Tally the lines below that hold the string "describe", and report the tally by itself.

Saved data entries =
-----
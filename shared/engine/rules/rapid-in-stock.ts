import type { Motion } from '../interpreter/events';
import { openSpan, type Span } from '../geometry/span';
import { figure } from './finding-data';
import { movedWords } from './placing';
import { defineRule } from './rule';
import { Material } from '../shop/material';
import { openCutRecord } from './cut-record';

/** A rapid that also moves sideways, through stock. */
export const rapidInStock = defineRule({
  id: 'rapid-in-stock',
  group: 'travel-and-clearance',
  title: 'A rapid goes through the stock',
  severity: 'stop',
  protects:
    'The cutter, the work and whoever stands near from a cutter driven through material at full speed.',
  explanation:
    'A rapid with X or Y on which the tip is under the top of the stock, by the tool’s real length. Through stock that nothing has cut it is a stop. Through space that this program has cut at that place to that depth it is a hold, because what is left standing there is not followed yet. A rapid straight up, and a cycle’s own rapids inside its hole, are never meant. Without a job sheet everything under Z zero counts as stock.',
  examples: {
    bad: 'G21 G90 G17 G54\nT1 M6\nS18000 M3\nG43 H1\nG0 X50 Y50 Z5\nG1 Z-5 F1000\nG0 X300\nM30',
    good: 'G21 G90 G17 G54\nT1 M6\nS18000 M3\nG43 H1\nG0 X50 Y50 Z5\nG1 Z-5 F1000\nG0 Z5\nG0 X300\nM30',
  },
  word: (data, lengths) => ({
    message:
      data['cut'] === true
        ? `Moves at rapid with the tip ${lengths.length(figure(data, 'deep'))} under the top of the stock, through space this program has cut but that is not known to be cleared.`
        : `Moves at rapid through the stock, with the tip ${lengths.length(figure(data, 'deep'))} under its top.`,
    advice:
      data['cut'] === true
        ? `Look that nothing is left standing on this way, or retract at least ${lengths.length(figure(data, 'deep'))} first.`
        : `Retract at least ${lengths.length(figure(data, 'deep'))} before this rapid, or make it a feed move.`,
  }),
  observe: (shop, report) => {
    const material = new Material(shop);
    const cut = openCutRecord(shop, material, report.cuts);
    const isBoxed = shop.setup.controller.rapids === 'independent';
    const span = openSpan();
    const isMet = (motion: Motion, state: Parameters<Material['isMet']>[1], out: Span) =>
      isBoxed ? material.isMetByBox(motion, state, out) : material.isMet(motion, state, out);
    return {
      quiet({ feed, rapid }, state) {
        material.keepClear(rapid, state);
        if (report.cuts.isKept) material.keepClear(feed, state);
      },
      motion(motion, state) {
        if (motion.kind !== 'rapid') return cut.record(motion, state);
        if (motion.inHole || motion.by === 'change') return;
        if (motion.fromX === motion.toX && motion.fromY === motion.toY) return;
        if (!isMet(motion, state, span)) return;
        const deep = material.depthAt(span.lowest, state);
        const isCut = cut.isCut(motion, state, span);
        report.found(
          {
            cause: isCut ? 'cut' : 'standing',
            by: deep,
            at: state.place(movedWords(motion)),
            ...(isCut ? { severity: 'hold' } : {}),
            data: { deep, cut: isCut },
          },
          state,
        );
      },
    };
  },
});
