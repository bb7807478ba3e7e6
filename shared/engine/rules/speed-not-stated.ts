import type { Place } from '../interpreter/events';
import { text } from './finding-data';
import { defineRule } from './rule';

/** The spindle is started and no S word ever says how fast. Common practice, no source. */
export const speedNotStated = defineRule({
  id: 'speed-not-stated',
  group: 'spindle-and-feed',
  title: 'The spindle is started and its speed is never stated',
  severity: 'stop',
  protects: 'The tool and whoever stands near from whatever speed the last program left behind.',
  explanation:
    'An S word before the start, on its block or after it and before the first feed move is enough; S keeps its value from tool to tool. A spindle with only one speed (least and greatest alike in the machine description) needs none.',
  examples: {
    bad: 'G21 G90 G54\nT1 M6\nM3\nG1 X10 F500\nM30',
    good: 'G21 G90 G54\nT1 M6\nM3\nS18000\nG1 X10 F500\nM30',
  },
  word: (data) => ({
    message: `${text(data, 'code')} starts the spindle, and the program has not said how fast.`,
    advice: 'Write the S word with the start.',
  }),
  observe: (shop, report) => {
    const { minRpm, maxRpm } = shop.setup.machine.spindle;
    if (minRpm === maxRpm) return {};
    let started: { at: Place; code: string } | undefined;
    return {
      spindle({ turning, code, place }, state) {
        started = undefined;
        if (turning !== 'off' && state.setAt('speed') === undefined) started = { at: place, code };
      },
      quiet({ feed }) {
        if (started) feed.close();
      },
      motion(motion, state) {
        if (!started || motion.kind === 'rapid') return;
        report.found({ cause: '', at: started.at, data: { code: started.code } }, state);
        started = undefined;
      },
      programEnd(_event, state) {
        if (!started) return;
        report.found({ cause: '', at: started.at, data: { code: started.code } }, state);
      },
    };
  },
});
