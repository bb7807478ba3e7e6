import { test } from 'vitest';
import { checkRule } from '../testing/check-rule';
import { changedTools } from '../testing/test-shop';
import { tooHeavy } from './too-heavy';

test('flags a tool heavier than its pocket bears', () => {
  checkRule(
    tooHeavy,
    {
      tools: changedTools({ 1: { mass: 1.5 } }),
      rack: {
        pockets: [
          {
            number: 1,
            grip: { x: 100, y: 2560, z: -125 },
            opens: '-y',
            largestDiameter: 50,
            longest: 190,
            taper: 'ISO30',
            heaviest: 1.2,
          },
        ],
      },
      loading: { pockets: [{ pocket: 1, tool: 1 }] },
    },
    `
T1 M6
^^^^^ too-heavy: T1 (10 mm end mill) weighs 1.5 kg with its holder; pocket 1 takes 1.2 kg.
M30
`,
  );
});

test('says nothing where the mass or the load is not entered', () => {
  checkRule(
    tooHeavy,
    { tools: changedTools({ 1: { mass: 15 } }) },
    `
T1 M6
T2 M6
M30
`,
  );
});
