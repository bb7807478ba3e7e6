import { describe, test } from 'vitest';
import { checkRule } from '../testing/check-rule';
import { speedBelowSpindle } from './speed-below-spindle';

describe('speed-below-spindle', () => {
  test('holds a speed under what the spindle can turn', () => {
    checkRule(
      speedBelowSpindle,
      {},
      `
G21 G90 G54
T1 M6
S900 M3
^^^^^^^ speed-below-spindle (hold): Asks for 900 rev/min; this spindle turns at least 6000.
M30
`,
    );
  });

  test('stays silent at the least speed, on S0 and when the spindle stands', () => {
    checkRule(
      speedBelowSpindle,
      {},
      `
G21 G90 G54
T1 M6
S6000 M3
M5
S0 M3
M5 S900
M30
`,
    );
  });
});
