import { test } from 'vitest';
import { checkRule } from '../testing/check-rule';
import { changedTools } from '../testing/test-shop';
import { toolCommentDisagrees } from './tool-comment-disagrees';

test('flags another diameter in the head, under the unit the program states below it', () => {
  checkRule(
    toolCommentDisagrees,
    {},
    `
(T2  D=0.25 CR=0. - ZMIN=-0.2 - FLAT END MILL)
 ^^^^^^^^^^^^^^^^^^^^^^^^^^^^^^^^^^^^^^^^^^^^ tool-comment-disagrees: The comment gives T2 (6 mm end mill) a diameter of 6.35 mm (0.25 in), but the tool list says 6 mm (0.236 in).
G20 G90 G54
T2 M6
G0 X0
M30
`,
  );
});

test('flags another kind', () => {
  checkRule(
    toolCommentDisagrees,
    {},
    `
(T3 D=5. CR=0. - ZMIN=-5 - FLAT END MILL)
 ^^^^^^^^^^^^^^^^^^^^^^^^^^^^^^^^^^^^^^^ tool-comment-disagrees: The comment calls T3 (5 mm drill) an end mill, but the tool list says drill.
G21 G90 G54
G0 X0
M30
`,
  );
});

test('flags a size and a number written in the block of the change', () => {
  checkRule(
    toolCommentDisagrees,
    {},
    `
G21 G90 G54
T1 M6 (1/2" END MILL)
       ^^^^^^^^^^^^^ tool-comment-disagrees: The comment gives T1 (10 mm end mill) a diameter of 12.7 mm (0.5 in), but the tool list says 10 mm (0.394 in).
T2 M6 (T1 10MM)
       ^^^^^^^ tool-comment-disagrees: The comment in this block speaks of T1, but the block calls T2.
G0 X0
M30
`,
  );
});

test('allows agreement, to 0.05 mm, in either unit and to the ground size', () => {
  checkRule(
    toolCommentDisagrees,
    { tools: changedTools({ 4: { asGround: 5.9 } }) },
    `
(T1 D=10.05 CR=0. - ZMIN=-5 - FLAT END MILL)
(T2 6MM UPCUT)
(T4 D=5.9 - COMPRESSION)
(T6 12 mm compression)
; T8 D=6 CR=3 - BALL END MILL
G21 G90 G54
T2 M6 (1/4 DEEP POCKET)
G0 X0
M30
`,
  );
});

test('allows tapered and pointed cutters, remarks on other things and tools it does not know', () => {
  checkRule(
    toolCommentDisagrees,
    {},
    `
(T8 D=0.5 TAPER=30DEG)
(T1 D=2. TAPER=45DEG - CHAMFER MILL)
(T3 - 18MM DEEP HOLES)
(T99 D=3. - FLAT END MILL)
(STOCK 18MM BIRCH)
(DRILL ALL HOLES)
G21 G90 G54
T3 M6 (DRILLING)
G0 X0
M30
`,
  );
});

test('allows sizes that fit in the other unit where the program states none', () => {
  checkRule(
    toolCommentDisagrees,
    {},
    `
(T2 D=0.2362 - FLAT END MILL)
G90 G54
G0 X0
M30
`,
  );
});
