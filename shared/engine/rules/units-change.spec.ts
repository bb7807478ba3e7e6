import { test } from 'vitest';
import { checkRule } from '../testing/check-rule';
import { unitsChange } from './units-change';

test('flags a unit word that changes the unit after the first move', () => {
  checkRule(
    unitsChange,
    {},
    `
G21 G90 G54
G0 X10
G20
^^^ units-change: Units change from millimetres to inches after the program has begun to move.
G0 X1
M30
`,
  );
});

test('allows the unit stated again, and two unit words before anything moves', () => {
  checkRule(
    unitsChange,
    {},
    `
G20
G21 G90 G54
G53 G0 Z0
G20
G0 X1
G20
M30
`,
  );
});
-----
EXERCISE SOLUTION = 2